Der Vorraum war voll, als wir uns mit knapp 30 Leuten versammelten. „So viele Besucher auf einmal kommen selten hierher,“ lachte Friedemann Schäfer, der für uns mit viel Herz und Engagement eine interessante Führung gestaltete. Auf rund 1.600 qm Ausstellungsfläche wurde ein anhand hervorragender Werke führender Künstler, Kunsthandwerker und Designer ein Bogen vom frühen 20. Jahrhundert bis in die Gegenwart geschlagen.

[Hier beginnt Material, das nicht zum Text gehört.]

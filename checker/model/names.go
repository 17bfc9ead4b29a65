package model

import (
	"sort"

	"kern/lang"
	"kern/lang/unit"
)

// maxOffers bounds among how many names the nearest are looked for: a text with
// as many unknown names as known ones must not take the square of their number.
const maxOffers = 2000

// namesOf sorts the names of a calculation by their kind; a kind that has more
// than maxOffers has none.
func namesOf(names map[string]*Named) map[NameKind][]string {
	out := map[NameKind][]string{}
	for name, n := range names {
		out[n.Kind] = append(out[n.Kind], name)
	}
	for kind, list := range out {
		if len(list) > maxOffers {
			delete(out, kind)
			continue
		}
		sort.Strings(list)
	}
	return out
}

// unknownName is the problem of a name that nobody gave, with the nearest names
// of the kinds that are due.
func (env *Env) unknownName(e *lang.Expr, what string, kinds []NameKind, more ...string) *lang.Problem {
	p := &lang.Problem{Rule: "unknown-name", Span: e.Span, Message: "there is no " + what + " '" + clip(e.Text) + "'"}
	if _, function := lang.Functions[e.Text]; function {
		p.Message = "'" + e.Text + "' is a function: its values stand in brackets behind it"
		return p
	}
	if unit.Known(e.Text) && what == "value" {
		p.Notes = append(p.Notes, "a unit is written without blanks inside: kNm, kN/m")
	}
	names := more
	for _, k := range kinds {
		names = append(names, env.offer[k]...)
	}
	near := Closest(e.Text, names, 3)
	if len(near) > 0 {
		p.Message += "; did you mean " + lang.OrList(near) + "?"
	}
	for _, n := range near {
		p.Fixes = append(p.Fixes, lang.Replace("Write "+n, false, e.Span, n))
	}
	return p
}
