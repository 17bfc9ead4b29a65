package model

import (
	"math"
	"strings"

	"kern/checker/action"
	"kern/lang"
	"kern/lang/unit"
)

func (w *memberReader) height(r *reader) (float64, lang.Span, bool) {
	return r.quantity(want{what: "the " + r.stmt.Word, dim: unit.Length, unit: "m", min: 0.05, max: 200})
}

// level gives the height above datum of a level or of an expression.
func (w *memberReader) fromTo(r *reader) {
	w.m.HeightAt = r.place(r.stmt.Line)
	place := want{what: "a level or height", dim: unit.Length, unit: "m", max: 2000, signed: true, zero: true}
	from, _, ok := r.quantity(place)
	if !ok {
		return
	}
	if _, ok := r.wordOf("the upper end", "to"); !ok {
		return
	}
	to, span, ok := r.quantity(place)
	if !ok {
		return
	}
	if h := to - from; h < 0.05 || h > 200 {
		r.fail("impossible-value", span, "from %s m to %s m is no height of a member", unit.Short(from, 4), unit.Short(to, 4))
		return
	}
	w.m.From, w.m.Height, w.m.Levels = from, to-from, true
}

func (w *memberReader) axis(r *reader) (Axis, bool) {
	word, ok := r.wordOf("the axis", "major", "minor")
	return map[string]Axis{"major": Major, "minor": Minor}[word], ok
}

func (w *memberReader) end(r *reader) {
	word, ok := r.wordOf("the end condition", "pinned", "fixed", "free", "guided")
	if !ok {
		return
	}
	end := action.EndNames[word]
	axes := []Axis{Major, Minor}
	key := r.stmt.Word
	if _, about := r.word("about"); about {
		a, ok := w.axis(r)
		if !ok {
			return
		}
		axes = []Axis{a}
	}
	for _, a := range axes {
		k := key + " about " + a.String()
		if first, again := w.first[k]; again {
			r.problem(lang.Problem{Rule: "value-given-twice", Span: r.stmt.Line, Message: "the end condition " + k + " is given twice",
				Related: []lang.Related{{Place: lang.Place{Decl: first.decl, Span: first.stmt.Line}, Message: "given here first"}}})
			return
		}
		w.first[k] = declared{r.decl, r.stmt}
		if key == "base" {
			w.m.Base[a] = end
		} else {
			w.m.Top[a] = end
		}
	}
}

// placeOf names the height at which something stands.
func placeOf(what string) string {
	if strings.HasPrefix(what, "a ") {
		return "the place of " + what
	}
	return what
}

// place reads a height on the member: "top", "base", a level, a height above
// the base. A level counts from datum, everything else from the base.
func (w *memberReader) place(r *reader, what string) (float64, lang.Span, bool) {
	if e := r.peek(); e != nil && e.Kind == lang.NameExpr {
		if (e.Is("top") || e.Is("base")) && w.env.Names[e.Text] == nil {
			r.take()
			if math.IsNaN(w.m.Height) {
				return 0, e.Span, true // reported where the height is missing
			}
			return map[bool]float64{true: w.m.Height}[e.Is("top")], e.Span, true
		}
	}
	e := r.peek()
	if e != nil && e.Kind == lang.NameExpr && w.env.Names[e.Text] == nil {
		if _, constant := lang.Constants[e.Text]; !constant && e.Text != "height" && e.Text != "length" {
			r.problem(*w.env.unknownName(e, "level or place", []NameKind{ValueName, LevelName}, "top", "base"))
			return 0, e.Span, false
		}
	}
	v, span, ok := r.quantity(want{what: placeOf(what), dim: unit.Length, unit: "m", max: 2000, signed: true, zero: true})
	if !ok {
		return 0, span, false
	}
	fromDatum := false
	e.Walk(func(x *lang.Expr) {
		if n := w.env.Names[x.Text]; x.Kind == lang.NameExpr && n != nil && n.Kind == LevelName {
			fromDatum = true
		}
	})
	if fromDatum {
		if d, ok := w.first["height"]; !ok || d.stmt.Word != "from" {
			r.fail("level-without-levels", span, "a level can be named only in a member that stands between levels: from … to …")
			return 0, span, false
		}
		v -= w.m.From
	}
	if math.IsNaN(w.m.Height) {
		return v, span, true
	}
	if h := w.m.Height; v < -1e-9*h || v > h*(1+1e-9) {
		r.fail("outside-the-member", span, "%s at %s m lies outside the member, which is %s m high", what, unit.Short(v, 4), unit.Short(h, 4))
		return 0, span, false
	}
	return min(max(v, 0), w.m.Height), span, true
}

func (w *memberReader) hold(r *reader) {
	word, ok := r.wordOf("what the hold restrains", "major", "minor", "both", "twist")
	if !ok {
		return
	}
	if _, ok := r.wordOf("the place of the hold", "at"); !ok {
		return
	}
	at, span, ok := w.place(r, "a hold")
	if !ok || math.IsNaN(w.m.Height) {
		return
	}
	if at < 1e-6*w.m.Height || at > w.m.Height*(1-1e-6) {
		r.fail("outside-the-member", span, "a hold stands between the ends; what holds an end is said by base and top")
		return
	}
	for _, h := range w.m.Holds {
		if math.Abs(h.At-at) < 1e-6*w.m.Height && (h.Major && word != "minor" && word != "twist" || h.Minor && word != "major" && word != "twist" || h.Twist && word == "twist") {
			r.problem(lang.Problem{Rule: "value-given-twice", Span: r.stmt.Line, Message: "the member is held here already",
				Related: []lang.Related{{Place: h.Place, Message: "by this hold"}}})
			return
		}
	}
	w.m.Holds = append(w.m.Holds, Hold{At: at, Major: word == "major" || word == "both", Minor: word == "minor" || word == "both", Twist: word == "twist", Place: r.place(r.stmt.Line)})
}

func (w *memberReader) effective(r *reader) {
	k, span, ok := r.quantity(want{what: "an effective length factor", min: 0.1, max: 10})
	if !ok {
		return
	}
	axes := []int{0, 1}
	if _, about := r.word("about"); about {
		word, ok := r.wordOf("the axis", "major", "minor", "twist")
		if !ok {
			return
		}
		axes = []int{map[string]int{"major": 0, "minor": 1, "twist": 2}[word]}
	}
	for _, a := range axes {
		if w.m.Factor[a] != 0 {
			r.fail("value-given-twice", span, "the effective length factor about this axis is given twice")
			return
		}
		w.m.Factor[a] = k
	}
}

Der historische Überblick begann mit einer der bedeutendsten Jugendstilsammlungen in Deutschland, weiter gings zu den Luxusprodukten des französischen Art Déco. Wir entdeckten auch Kleidungsstücke und Modeaccessoires, und bewunderten internationales Designgeschehen vom Funktionalismus bis hin zu aktuellen Designerzeugnissen. Nach einer Stunde hieß es: Ab nach draußen. Wir kletterten in die Straßenbahn und stiegen am Mühlburger Tor wieder aus, wo Friedemann Schäfer uns die Jugendstilbauten zeigte und uns auf viele Details hinwies, die einem sonst nicht ins Auge fallen. Die Temperaturen waren kalt, wie es sich für den Winter gehörte, so wärmten wir uns anschließend im Cafe Feller wieder auf, wo man für uns reserviert hatte, obwohl Hochbetrieb war, und wir noch einen lebhaften Nachmittag verbrachten.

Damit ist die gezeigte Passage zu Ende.